How to call a Nim function from Rust through C-FFI?
Asked Answered
S

2

6

Nim backend integration guide describes how to call a Nim function from C.

Example function:

proc fib(a: cint): cint {.exportc.} =
  if a <= 2:
    result = 1
  else:
    result = fib(a - 1) + fib(a - 2)

The procedure requires that the Nim compiler is instructed not to create a main function, avoid linking and creating a header file to FFI from:

$ nim c --noMain --noLinking --header:fib.h fib.nim

To be able to use that function, the C main has to invoke a function called NimMain() as below:

#include "fib.h"
#include <stdio.h>

int main(void)
{
  NimMain();
  for (int f = 0; f < 10; f++)
    printf("Fib of %d is %d\n", f, fib(f));
  return 0;
}

The previously mentioned generated header file is placed in the nimcache directory. The C compiler has to be instructed to compile all the files under the generated nimcache sub-directory, nimbase.h and main.c:

$ gcc -o m -I$HOME/.cache/nim/fib_d -Ipath/to/nim/lib $HOME/.cache/nim/fib_d/*.c maths.c

How can I instruct the rust compiler to look for those translation units under nimcache?
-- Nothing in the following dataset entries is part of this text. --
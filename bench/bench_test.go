// Package bench measures thalweg's generated minimizers in one go test
// -bench process against gonum.org/v1/gonum/optimize (BFGS, LBFGS, CG,
// GradientDescent), a hand-written steepest descent with Armijo
// backtracking, and the floor: the objective and gradient alone, called as
// many times as the solve called them (for bfgs also the O(N²) update
// arithmetic the method needs). It is a module of its own so that gonum
// never reaches a user of thalweg.
//
// TestTable writes the problems, a spec and the benchmarks into a
// temporary module, generates the minimizers there with thalweg's gen
// package, runs go test -bench in it and prints the table the README
// quotes:
//
//	go -C bench test -run TestTable -table -v
//
// (-solvetime sets the benchmarks' -benchtime, -only the problems; CI runs
// Well1 and Rosen2 with -solvetime 1x as a smoke test). Nothing about the
// times is asserted; that every generated minimizer allocates nothing is.
package bench

import (
	"bufio"
	"bytes"
	"flag"
	"fmt"
	"os"
	"os/exec"
	"path/filepath"
	"regexp"
	"runtime"
	"strconv"
	"strings"
	"testing"

	"github.com/thalweg-go/thalweg/gen"
)

var (
	table     = flag.Bool("table", false, "run the benchmarks and print the table (TestTable)")
	benchtime = flag.String("solvetime", "1s", "the benchmarks' -benchtime (-benchtime itself goes to this go test)")
	counts    = flag.String("instructions", "", "comma-separated benchmarks (e.g. Rosen2/bfgs/analytic) whose instructions per solve callgrind counts, thalweg against floor")
	only      = flag.String("only", "", "a regular expression for the problems to run, e.g. Well1|Rosen2 (CI's smoke run)")
)

// problem is one objective of the table: its Go name, size, start, and
// the sources and float types it is measured with.
type problem struct {
	name, what string
	n          int
	start      []float64
	central    bool // also with derivative = "central"
	single     bool // also in float32
}

var directions = []string{"steepest", "bfgs", "lbfgs", "cg"}

// gonumMethod is gonum's method of each direction.
var gonumMethod = map[string]string{"steepest": "GradientDescent", "bfgs": "BFGS", "lbfgs": "LBFGS", "cg": "CG"}

// problems are the table's problems: all, or those -only matches.
func problems() []problem {
	var kept []problem
	match := regexp.MustCompile("^(" + *only + ")$")
	for _, p := range allProblems() {
		if *only == "" || match.MatchString(p.name) {
			kept = append(kept, p)
		}
	}
	return kept
}

func allProblems() []problem {
	ps := []problem{
		{"Well1", "1-D well cosh(x − 1) + (x − 1)²/2 (our own)", 1, []float64{4}, true, false},
		{"Rosen2", "Rosenbrock, MGH (1)", 2, []float64{-1.2, 1}, true, true},
		{"ExtRosen10", "extended Rosenbrock, MGH (21), n = 10", 10, extRosenStart(10), true, true},
		{"ExtRosen100", "extended Rosenbrock, MGH (21), n = 100", 100, extRosenStart(100), true, false},
	}
	for _, n := range []int{2, 5, 10, 20, 50, 100} {
		start := make([]float64, n)
		for j := range start {
			start[j] = 1 - float64(j+1)/float64(n) // MGH (25): ξⱼ = 1 − j/n
		}
		ps = append(ps, problem{fmt.Sprintf("VarDim%d", n), fmt.Sprintf("variably dimensioned, MGH (25), n = %d", n), n, start, false, false})
	}
	return ps
}

// extRosenStart is MGH (21)'s x₀ = (−1.2, 1, −1.2, 1, …).
func extRosenStart(n int) []float64 {
	x := make([]float64, n)
	for i := range x {
		x[i] = -1.2
		if i%2 == 1 {
			x[i] = 1
		}
	}
	return x
}
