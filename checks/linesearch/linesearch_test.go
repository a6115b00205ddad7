package linesearch

import (
	"bytes"
	"flag"
	"fmt"
	"math"
	"testing"

	"gonum.org/v1/gonum/optimize/functions"

	"github.com/thalweg-go/thalweg/checks/internal/results"
)

var update = flag.Bool("update", false, "rewrite testdata/results.md from this run")

const resultsFile = "testdata/results.md"

// outcome is one run of a generated 1-D minimizer; runs_test.go (rendered
// by ../regen) builds it.
type outcome struct {
	X               float64
	F               float64
	Iterations      int
	Evaluations     int
	Status          string
	Converged       bool
	OutOfIterations bool
}

// reference is gonum's record of each function, the reference the
// conditions are checked against (functions.go, v0.17.0; the instances of
// optimize/linesearcher_test.go and of MT §5).
var reference = map[string]interface {
	Func([]float64) float64
	Grad([]float64, []float64)
}{
	"ConcaveRight": functions.ConcaveRight{},                               // MT (5.1), β = 2
	"ConcaveLeft":  functions.ConcaveLeft{},                                // MT (5.2), β = 0.004
	"Plassmann":    functions.Plassmann{L: 39, Beta: 0.01},                 // MT (5.3)
	"YOK1":         functions.YanaiOzawaKaneko{Beta1: 0.001, Beta2: 0.001}, // MT (5.4), Table 4
	"YOK2":         functions.YanaiOzawaKaneko{Beta1: 0.01, Beta2: 0.001},  // MT (5.4), Table 5
	"YOK3":         functions.YanaiOzawaKaneko{Beta1: 0.001, Beta2: 0.01},  // MT (5.4), Table 6
}

func phi(name string, a float64) (f, g float64) {
	x, d := []float64{a}, []float64{0}
	r := reference[name]
	r.Grad(d, x)
	return r.Func(x), d[0]
}

// TestOneLineSearch runs every case for exactly one iteration from 0 and
// checks the accepted step α against the rule's conditions, evaluated with
// gonum's Func and Grad (Nocedal & Wright 2006, eqs. 3.6 and 3.7; MT §1):
//
//	sufficient decrease  φ(α) ≤ φ(0) + c1·α·φ'(0)
//	curvature (wolfe)    φ'(α) ≥ c2·φ'(0)
//	strong curvature     |φ'(α)| ≤ c2·|φ'(0)|
//
// with the spec's c1 and c2 (cases.go: thalweg's defaults 1e-4 and 0.9, and
// MT's table constants as far as thalweg accepts them).
func TestOneLineSearch(t *testing.T) {
	var table bytes.Buffer
	table.WriteString(resultsHeader)
	for _, c := range Cases() {
		name := c.Name()
		run, ok := oneSearch[name]
		if !ok {
			t.Fatalf("%s: not generated (run `go test ./regen -update`)", name)
		}
		o := run()
		f0, g0 := phi(c.Function.Name, 0)
		if !(g0 < 0) {
			t.Fatalf("%s: φ'(0) = %v, not a descent direction", name, g0)
		}
		a := o.X
		fa, ga := phi(c.Function.Name, a)
		decrease := fa <= f0+c.C1*a*g0
		curvature := ga >= c.C2*g0
		if c.Rule == "strong-wolfe" {
			curvature = math.Abs(ga) <= c.C2*math.Abs(g0)
		}
		// MT's own (μ, η) and strong curvature, recorded for comparison
		// with the paper's tables, not asserted.
		paper := fa <= f0+c.Mu*a*g0 && math.Abs(ga) <= c.Eta*math.Abs(g0)

		switch {
		case o.Iterations != 1 || !(o.OutOfIterations || o.Converged):
			t.Errorf("%s: %d iterations, status %s; want one line search ending out of iterations or converged", name, o.Iterations, o.Status)
		case !(a > 0):
			t.Errorf("%s: accepted α = %v, want α > 0", name, a)
		case !decrease:
			t.Errorf("%s: α = %v breaks sufficient decrease: φ(α) = %v > φ(0) + c1·α·φ'(0) = %v", name, a, fa, f0+c.C1*a*g0)
		case !curvature:
			t.Errorf("%s: α = %v breaks the %s curvature condition: φ'(α) = %v, φ'(0) = %v, c2 = %v", name, a, c.Rule, ga, g0, c.C2)
		}
		if fa != o.F {
			t.Errorf("%s: F = %v, but φ(α) = %v", name, o.F, fa)
		}
		// One objective call at 0 and one trial: the trial was accepted, so
		// it must be α₀ (step.initial·|φ'(0)|).
		if o.Evaluations == 2 && math.Abs(a-c.Alpha0) > 1e-12*c.Alpha0 {
			t.Errorf("%s: first trial accepted at α = %v, want α₀ = %v", name, a, c.Alpha0)
		}
		fmt.Fprintf(&table, "| %s (%d) | %g | %s | %g | %g | %s | %d | %.6g | %.6g | %.3g | %s |\n",
			c.Function.Name, c.Table, c.Alpha0, c.Rule, c.C1, c.C2, o.Status, o.Evaluations, a, fa, ga, map[bool]string{true: "yes", false: "no"}[paper])
	}
	results.Compare(t, resultsFile, table.Bytes(), *update, "go test ./linesearch -update")
}

const resultsHeader = `# Moré–Thuente line-search functions: one line search of thalweg's generated minimizers

Written by ` + "`go test ./linesearch -update`" + ` in the checks module (recorded on linux/amd64;
compared byte for byte there). Each run is a 1-D steepest-descent minimizer
started at 0 and stopped after one iteration, whose line search tries α₀
first. "table" is the table of Moré & Thuente, ACM TOMS 20(3), 1994, §5,
that uses the function. c1 and c2 are the spec's constants: 1e-4 and 0.9
(thalweg's defaults), or the paper's (μ, η) where thalweg accepts them (c1 < c2);
where the paper has μ = η the paper's η is kept and c1 = η/10. Evaluations
count every objective call, the one at α = 0 included. The last column says
whether α also meets the paper's own conditions, strong Wolfe with (μ, η);
it is recorded, not asserted.

| function (table) | α₀ | rule | c1 | c2 | status | evaluations | α | φ(α) | φ'(α) | MT (μ, η) met |
| --- | --- | --- | --- | --- | --- | --- | --- | --- | --- | --- |
`
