def candidates(statistic: str, y, x, draws: int = DEFAULT_DRAWS, covariates=None) -> list[Candidate]:
    y, x, covariates = check_inputs(y, x, covariates=covariates)
    n = len(x)
    if _adjusted(covariates):
        if statistic != "slope":
            raise ValueError("covariates apply to the slope only")
        width = covariates.shape[1] + 2
        return [Candidate("enumeration", DESCRIPTIONS["enumeration"], True, float("inf"),
                          float("inf"), feasible=False,
                          note="residual permutation is approximate; there is no exact reference set"),
                Candidate("residual-permutation", DESCRIPTIONS["residual-permutation"], False,
                          draws * n * (6.0 + width), min(draws, 8192) * n * 8 * 2,
                          arrangements=_big(factorial(n)), note=f"{draws} draws")]
    total = _big(reference_size(statistic, y, x))
    pairs = n * (n - 1) / 2
    per = {"kendall": 4 * n + 3 * pairs, "slope": 10.0 * n}.get(statistic, 4.0 * n)
    out = []
    if statistic == "kendall":
        out.append(_inversions_candidate(y, x))
    out.append(Candidate("enumeration", DESCRIPTIONS["enumeration"], True, total * per,
                         min(total, CHUNK) * n * 8 * 3 + (CHUNK * pairs * 8 if statistic == "kendall" else 0),
                         feasible=total <= ENUMERATION_LIMIT, arrangements=total,
                         note=f"{total:.4g} distinct arrangements"))
    per_draw = {"kendall": 6 * n + 3 * pairs, "slope": 12.0 * n}.get(statistic, 6.0 * n)
    out.append(Candidate("monte-carlo", DESCRIPTIONS["monte-carlo"], False, draws * per_draw,
                         min(draws, 8192) * n * 8 * 2, arrangements=total, note=f"{draws} draws"))
    return out


def _inversions_candidate(y, x) -> Candidate:
    n = len(x)
    K = n * (n - 1) // 2
    total = _big(factorial(n))
    if _has_ties(x) or _has_ties(y):
        return Candidate("dp-inversions", DESCRIPTIONS["dp-inversions"], True, float("inf"),
                         float("inf"), feasible=False, note="ties: counting inversions needs distinct values",
                         arrangements=total)
    ops = n * (K / 2 + 1) * 20.0          # Python integers cost about 20 array operations each
    return Candidate("dp-inversions", DESCRIPTIONS["dp-inversions"], True, ops, (K / 2 + 1) * 64.0 * 3,
                     arrangements=total, note="no ties: exact counts of permutations by inversions")


# ---------------------------------------------------------------- run
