@pytest.mark.parametrize("text, words, hint", [
    ("count [[9, 1], [3, 7]] shift 2 sd", "no standard-deviation unit", "odds ratio"),
    ("count [[1, 2, 3], [3, 2, 1]] shift 2", "no meaning for a 2 x 3 table", "observed"),
    ("count [[9, 1], [3, 7]] shift 0", "must be above 0", "odds ratio"),
    ("count 3 of 10 vs 0.4 shift 1.5", "not a proportion", "true proportion"),
])
def test_a_shift_that_does_not_fit_is_refused_with_a_hint(text, words, hint):
    f = permq.run(f"robustness {text} datasets 100")[0]
    assert isinstance(f, permq.Failure), f
    assert words in f.message and hint in f.hint


def test_a_table_with_nothing_to_test_says_so():
    rr = permq.run("robustness count [[0, 0], [3, 4]] datasets 100 seed 1")[0]
    assert all(r.permutation_rate == 0 and r.normal_rate == 0 for r in rr.rows)
    assert rr.summary[0].startswith("With its empty rows or columns left out")
    f = permq.run("robustness count [[0, 0], [0, 0]] datasets 100")[0]
    assert isinstance(f, permq.Failure) and "no counts" in f.message


def test_a_cancel_stops_a_table_check():
    calls = []

    def stop():
        calls.append(1)
        return len(calls) > 3

    s = permq.Session(should_stop=stop)
    f = s.run("robustness count [[3, 2, 4, 1], [2, 3, 2, 3], [4, 2, 3, 1]] "
              "datasets 100000 seed 1")[0]
    assert isinstance(f, permq.Failure) and f.kind == "cancelled"


def test_a_shift_that_does_not_fit_a_table_is_marked_where_it_stands():
    f = permq.run("robustness count [[9, 1], [3, 7], [2, 2]] shift 2")[0]
    assert isinstance(f, permq.Failure) and "no meaning for a 3 x 2 table" in f.message
    assert (f.line, f.column) == (1, 43)
    assert f.caret.splitlines()[1] == " " * 42 + "^" * len("shift 2")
Statistical answered 23/1, 2020 at 13:26 Comment(0)
G
9

In a Rust project, one can have build scripts to compile and link third-party non-Rust code. Combined with cc crate to make invoke C/C++ compiler easier, this is rather fun.

The project layout:

├── build.rs
├── Cargo.toml
└── src
    ├── fib.nim
    └── main.rs

The build.rs itself:

use std::io::{self, Write};
use std::process::Command;

fn main() {
    let output = Command::new("nim")
        .arg("c")
        .arg("--noMain")
        .arg("--noLinking")
        .arg("--nimcache:nimcache")
        .arg("src/fib.nim")
        .output()
        .expect("Failed to invoke nim compiler");
    if !output.status.success() {
        let msg = String::from_utf8_lossy(output.stderr.as_slice());
        let _ = writeln!(io::stderr(), "\nerror occurred: {}\n", msg);
        std::process::exit(1);
    }

    cc::Build::new()
        .include("/usr/lib/nim")
        .warnings(false)
        .file("nimcache/fib.nim.c")
        .file("nimcache/stdlib_system.nim.c")
        .compile("fib_nim");
}

Notice here there are several platform-dependent bits, mainly the Nim headers location. And the Nim compiler is also told to put intermediate files into a directory called nimcache inside the project root, instead of the default one under user's home directory.

The Cargo.toml file:

[package]
name = "nim-ffi"
version = "0.1.0"
authors = ["rustacean"]
edition = "2018"

[dependencies]
libc = "0.2"

[build-dependencies]
cc = "1.0"

And finally the main Rust source file:

use libc::c_int;

extern "C" {
    fn NimMain();
    fn fib(_: c_int) -> c_int;
}

fn main() {
    // initialize nim gc memory, types and stack
    unsafe {
        NimMain();
    }

    let res = unsafe { fib(20) };
    println!("Nim fib(20) is: {}", res);
}

It builds and runs successfully:

$ cargo run
Nim fib(20) is: 6765
Gridley answered 23/1, 2020 at 16:55 Comment(1)
nim-lang.github.io/Nim/nimc.html#cross-compilation-for-android stresses the importance of calling NimMain() function at the top of the main to load its garbage collection. It'd be nice if your example included that call too.Statistical
B
0

It looks like this compiles nim to C then compiles the C program including the compiled-nim stuff.

For FFI from an other language, you need to compiled to a library (dynamic or shared) then link and access that over FFI.